*Stored items*:
-----
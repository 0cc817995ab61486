import { HttpClient } from '@angular/common/http';
import { Injectable, inject } from '@angular/core';
import type { ComplianceNoticeDto, ComplianceReportDto, ComplianceSort } from '@shared/reports/compliance-report-dto';
import type { SavingsProjectDto, SavingsProjectInput, SavingsReportDto } from '@shared/savings/savings-project-dto';
import type { SiteKind } from '@shared/sites/site';
import { Observable } from 'rxjs';
import { queryParams } from '../core/http/query-params';

export interface ComplianceQuery {
  year: number;
  month?: string | null;
  kind?: SiteKind | null;
  tag?: string | null;
  page: number;
  pageSize: number;
  sort: ComplianceSort;
  dir: 'asc' | 'desc';
}

/** Savings projects, their reports and the compliance ranking; export links are plain URLs the browser downloads. */
@Injectable({ providedIn: 'root' })
export class ReportsApi {
  private readonly http = inject(HttpClient);

  projects(siteId: number): Observable<SavingsProjectDto[]> {
    return this.http.get<SavingsProjectDto[]>(`/api/sites/${siteId}/savings-projects`);
  }

  createProject(siteId: number, input: SavingsProjectInput): Observable<SavingsProjectDto> {
    return this.http.post<SavingsProjectDto>(`/api/sites/${siteId}/savings-projects`, input);
  }

  updateProject(id: number, input: Partial<SavingsProjectInput>): Observable<SavingsProjectDto> {
    return this.http.patch<SavingsProjectDto>(`/api/savings-projects/${id}`, input);
  }

  deleteProject(id: number): Observable<void> {
    return this.http.delete<void>(`/api/savings-projects/${id}`);
  }

  savingsReport(id: number): Observable<SavingsReportDto> {
    return this.http.get<SavingsReportDto>(`/api/savings-projects/${id}/report`);
  }

  savingsExportUrl(id: number, format: 'csv' | 'pdf'): string {
    return format === 'pdf'
      ? `/api/savings-projects/${id}/report.pdf`
      : `/api/savings-projects/${id}/report?format=csv`;
  }

  compliance(q: ComplianceQuery): Observable<ComplianceReportDto> {
    return this.http.get<ComplianceReportDto>('/api/reports/compliance', { params: queryParams({ ...q }) });
  }

  complianceExportUrl(q: ComplianceQuery, format: 'csv' | 'pdf'): string {
    const params = queryParams({
      year: q.year,
      month: q.month,
      kind: q.kind,
      tag: q.tag,
      sort: q.sort,
      dir: q.dir,
      format: format === 'csv' ? 'csv' : null,
    }).toString();
    return `/api/reports/compliance${format === 'pdf' ? '.pdf' : ''}?${params}`;
  }

  sendNotice(siteId: number, month: string, message: string): Observable<ComplianceNoticeDto> {
    return this.http.post<ComplianceNoticeDto>(`/api/reports/compliance/${siteId}/notice`, {
      month,
      ...(message.trim() ? { message } : {}),
    });
  }
}
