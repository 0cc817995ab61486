import type { DataSource, EntityManager } from 'typeorm';
import type { IrrigationMethod, PlantWaterUseCategory } from '@shared/budgets/hydrozone';
import type { HydrozoneSort, SpecialLandscapeKind } from '@shared/hydrozones/hydrozone-dto';
import { escapeLike } from '../../users/data/users-repository';
import { HydrozoneEntity } from './hydrozone.entity';

export interface HydrozoneFields {
  name: string;
  areaFt2: number;
  plantWaterUse: PlantWaterUseCategory | null;
  plantFactor: number | null;
  irrigationMethod: IrrigationMethod;
  efficiencyOverride: number | null;
  specialLandscapeArea: boolean;
  specialLandscapeKind: SpecialLandscapeKind | null;
  designFlowGpm: number | null;
  emitterCount: number | null;
  emitterGph: number | null;
  soilIntakeInPerHour: number | null;
  notes: string;
}

export interface HydrozoneRecord extends HydrozoneFields {
  id: number;
  siteId: number;
  updatedAt: Date;
}

const SORT_COLUMNS: Record<HydrozoneSort, string> = {
  name: 'h.name',
  areaFt2: 'h.area_ft2',
  irrigationMethod: 'h.irrigation_method',
  updatedAt: 'h.updated_at',
};

export class HydrozonesRepository {
  constructor(private readonly db: DataSource) {}

  async list(
    siteId: number,
    f: { page: number; pageSize: number; sort: HydrozoneSort; dir: 'asc' | 'desc'; q?: string },
  ): Promise<{ rows: HydrozoneRecord[]; total: number }> {
    const qb = this.db.getRepository(HydrozoneEntity).createQueryBuilder('h').where('h.site_id = :siteId', { siteId });
    if (f.q) qb.andWhere('h.name LIKE :q', { q: `%${escapeLike(f.q)}%` });
    const [rows, total] = await qb
      .orderBy(SORT_COLUMNS[f.sort], f.dir === 'asc' ? 'ASC' : 'DESC')
      .addOrderBy('h.id', 'ASC')
      .skip(f.page * f.pageSize)
      .take(f.pageSize)
      .getManyAndCount();
    return { rows: rows.map(toRecord), total };
  }

  async all(siteId: number): Promise<HydrozoneRecord[]> {
    return (
      await this.db.getRepository(HydrozoneEntity).find({ where: { siteId }, order: { name: 'ASC', id: 'ASC' } })
    ).map(toRecord);
  }

  async find(siteId: number, id: number): Promise<HydrozoneRecord | null> {
    const row = await this.db.getRepository(HydrozoneEntity).findOneBy({ siteId, id });
    return row ? toRecord(row) : null;
  }

  async nameTaken(siteId: number, name: string, exceptId?: number): Promise<boolean> {
    const qb = this.db
      .getRepository(HydrozoneEntity)
      .createQueryBuilder('h')
      .where('h.site_id = :siteId AND h.name = :name', { siteId, name });
    if (exceptId) qb.andWhere('h.id <> :exceptId', { exceptId });
    return (await qb.getCount()) > 0;
  }

  async insert(em: EntityManager, siteId: number, fields: HydrozoneFields): Promise<number> {
    return Number((await em.getRepository(HydrozoneEntity).insert({ siteId, ...fields })).identifiers[0]!['id']);
  }

  async update(em: EntityManager, id: number, fields: Partial<HydrozoneFields>): Promise<void> {
    if (Object.keys(fields).length) await em.getRepository(HydrozoneEntity).update({ id }, fields);
  }

  async delete(em: EntityManager, id: number): Promise<void> {
    await em.getRepository(HydrozoneEntity).delete({ id });
  }
}

function toRecord(h: HydrozoneEntity): HydrozoneRecord {
  return {
    id: h.id,
    siteId: h.siteId,
    name: h.name,
    areaFt2: h.areaFt2,
    plantWaterUse: h.plantWaterUse,
    plantFactor: h.plantFactor,
    irrigationMethod: h.irrigationMethod,
    efficiencyOverride: h.efficiencyOverride,
    specialLandscapeArea: Boolean(h.specialLandscapeArea),
    specialLandscapeKind: h.specialLandscapeKind,
    designFlowGpm: h.designFlowGpm,
    emitterCount: h.emitterCount,
    emitterGph: h.emitterGph,
    soilIntakeInPerHour: h.soilIntakeInPerHour,
    notes: h.notes,
    updatedAt: h.updatedAt,
  };
}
-----
*Task goal*: Write out all of the records exactly as they stand above.

*Answer box*:
repository 0cc817995ab61486
import { HttpClient } from '@angular/common/http';
import { Injectable, inject } from '@angular/core';
import type { ComplianceNoticeDto, ComplianceReportDto, ComplianceSort } from '@shared/reports/compliance-report-dto';
import type { SavingsProjectDto, SavingsProjectInput, SavingsReportDto } from '@shared/savings/savings-project-dto';
import type { SiteKind } from '@shared/sites/site';
import { Observable } from 'rxjs';
import { queryParams } from '../core/http/query-params';

export interface ComplianceQuery {
  year: number;
  month?: string | null;
  kind?: SiteKind | null;
  tag?: string | null;
  page: number;
  pageSize: number;
  sort: ComplianceSort;
  dir: 'asc' | 'desc';
}

/** Savings projects, their reports and the compliance ranking; export links are plain URLs the browser downloads. */
@Injectable({ providedIn: 'root' })
export class ReportsApi {
  private readonly http = inject(HttpClient);

  projects(siteId: number): Observable<SavingsProjectDto[]> {
    return this.http.get<SavingsProjectDto[]>(`/api/sites/${siteId}/savings-projects`);
  }

  createProject(siteId: number, input: SavingsProjectInput): Observable<SavingsProjectDto> {
    return this.http.post<SavingsProjectDto>(`/api/sites/${siteId}/savings-projects`, input);
  }

  updateProject(id: number, input: Partial<SavingsProjectInput>): Observable<SavingsProjectDto> {
    return this.http.patch<SavingsProjectDto>(`/api/savings-projects/${id}`, input);
  }

  deleteProject(id: number): Observable<void> {
    return this.http.delete<void>(`/api/savings-projects/${id}`);
  }

  savingsReport(id: number): Observable<SavingsReportDto> {
    return this.http.get<SavingsReportDto>(`/api/savings-projects/${id}/report`);
  }

  savingsExportUrl(id: number, format: 'csv' | 'pdf'): string {
    return format === 'pdf'
      ? `/api/savings-projects/${id}/report.pdf`
      : `/api/savings-projects/${id}/report?format=csv`;
  }

  compliance(q: ComplianceQuery): Observable<ComplianceReportDto> {
    return this.http.get<ComplianceReportDto>('/api/reports/compliance', { params: queryParams({ ...q }) });
  }

  complianceExportUrl(q: ComplianceQuery, format: 'csv' | 'pdf'): string {
    const params = queryParams({
      year: q.year,
      month: q.month,
      kind: q.kind,
      tag: q.tag,
      sort: q.sort,
      dir: q.dir,
      format: format === 'csv' ? 'csv' : null,
    }).toString();
    return `/api/reports/compliance${format === 'pdf' ? '.pdf' : ''}?${params}`;
  }

  sendNotice(siteId: number, month: string, message: string): Observable<ComplianceNoticeDto> {
    return this.http.post<ComplianceNoticeDto>(`/api/reports/compliance/${siteId}/notice`, {
      month,
      ...(message.trim() ? { message } : {}),
    });
  }
}
repository 0cc817995ab61486
import type { DataSource, EntityManager } from 'typeorm';
import type { IrrigationMethod, PlantWaterUseCategory } from '@shared/budgets/hydrozone';
import type { HydrozoneSort, SpecialLandscapeKind } from '@shared/hydrozones/hydrozone-dto';
import { escapeLike } from '../../users/data/users-repository';
import { HydrozoneEntity } from './hydrozone.entity';

export interface HydrozoneFields {
  name: string;
  areaFt2: number;
  plantWaterUse: PlantWaterUseCategory | null;
  plantFactor: number | null;
  irrigationMethod: IrrigationMethod;
  efficiencyOverride: number | null;
  specialLandscapeArea: boolean;
  specialLandscapeKind: SpecialLandscapeKind | null;
  designFlowGpm: number | null;
  emitterCount: number | null;
  emitterGph: number | null;
  soilIntakeInPerHour: number | null;
  notes: string;
}

export interface HydrozoneRecord extends HydrozoneFields {
  id: number;
  siteId: number;
  updatedAt: Date;
}

const SORT_COLUMNS: Record<HydrozoneSort, string> = {
  name: 'h.name',
  areaFt2: 'h.area_ft2',
  irrigationMethod: 'h.irrigation_method',
  updatedAt: 'h.updated_at',
};

export class HydrozonesRepository {
  constructor(private readonly db: DataSource) {}

  async list(
    siteId: number,
    f: { page: number; pageSize: number; sort: HydrozoneSort; dir: 'asc' | 'desc'; q?: string },
  ): Promise<{ rows: HydrozoneRecord[]; total: number }> {
    const qb = this.db.getRepository(HydrozoneEntity).createQueryBuilder('h').where('h.site_id = :siteId', { siteId });
    if (f.q) qb.andWhere('h.name LIKE :q', { q: `%${escapeLike(f.q)}%` });
    const [rows, total] = await qb
      .orderBy(SORT_COLUMNS[f.sort], f.dir === 'asc' ? 'ASC' : 'DESC')
      .addOrderBy('h.id', 'ASC')
      .skip(f.page * f.pageSize)
      .take(f.pageSize)
      .getManyAndCount();
    return { rows: rows.map(toRecord), total };
  }

  async all(siteId: number): Promise<HydrozoneRecord[]> {
    return (
      await this.db.getRepository(HydrozoneEntity).find({ where: { siteId }, order: { name: 'ASC', id: 'ASC' } })
    ).map(toRecord);
  }

  async find(siteId: number, id: number): Promise<HydrozoneRecord | null> {
    const row = await this.db.getRepository(HydrozoneEntity).findOneBy({ siteId, id });
    return row ? toRecord(row) : null;
  }

  async nameTaken(siteId: number, name: string, exceptId?: number): Promise<boolean> {
    const qb = this.db
      .getRepository(HydrozoneEntity)
      .createQueryBuilder('h')
      .where('h.site_id = :siteId AND h.name = :name', { siteId, name });
    if (exceptId) qb.andWhere('h.id <> :exceptId', { exceptId });
    return (await qb.getCount()) > 0;
  }

  async insert(em: EntityManager, siteId: number, fields: HydrozoneFields): Promise<number> {
    return Number((await em.getRepository(HydrozoneEntity).insert({ siteId, ...fields })).identifiers[0]!['id']);
  }

  async update(em: EntityManager, id: number, fields: Partial<HydrozoneFields>): Promise<void> {
    if (Object.keys(fields).length) await em.getRepository(HydrozoneEntity).update({ id }, fields);
  }

  async delete(em: EntityManager, id: number): Promise<void> {
    await em.getRepository(HydrozoneEntity).delete({ id });
  }
}

function toRecord(h: HydrozoneEntity): HydrozoneRecord {
  return {
    id: h.id,
    siteId: h.siteId,
    name: h.name,
    areaFt2: h.areaFt2,
    plantWaterUse: h.plantWaterUse,
    plantFactor: h.plantFactor,
    irrigationMethod: h.irrigationMethod,
    efficiencyOverride: h.efficiencyOverride,
    specialLandscapeArea: Boolean(h.specialLandscapeArea),
    specialLandscapeKind: h.specialLandscapeKind,
    designFlowGpm: h.designFlowGpm,
    emitterCount: h.emitterCount,
    emitterGph: h.emitterGph,
    soilIntakeInPerHour: h.soilIntakeInPerHour,
    notes: h.notes,
    updatedAt: h.updatedAt,
  };
}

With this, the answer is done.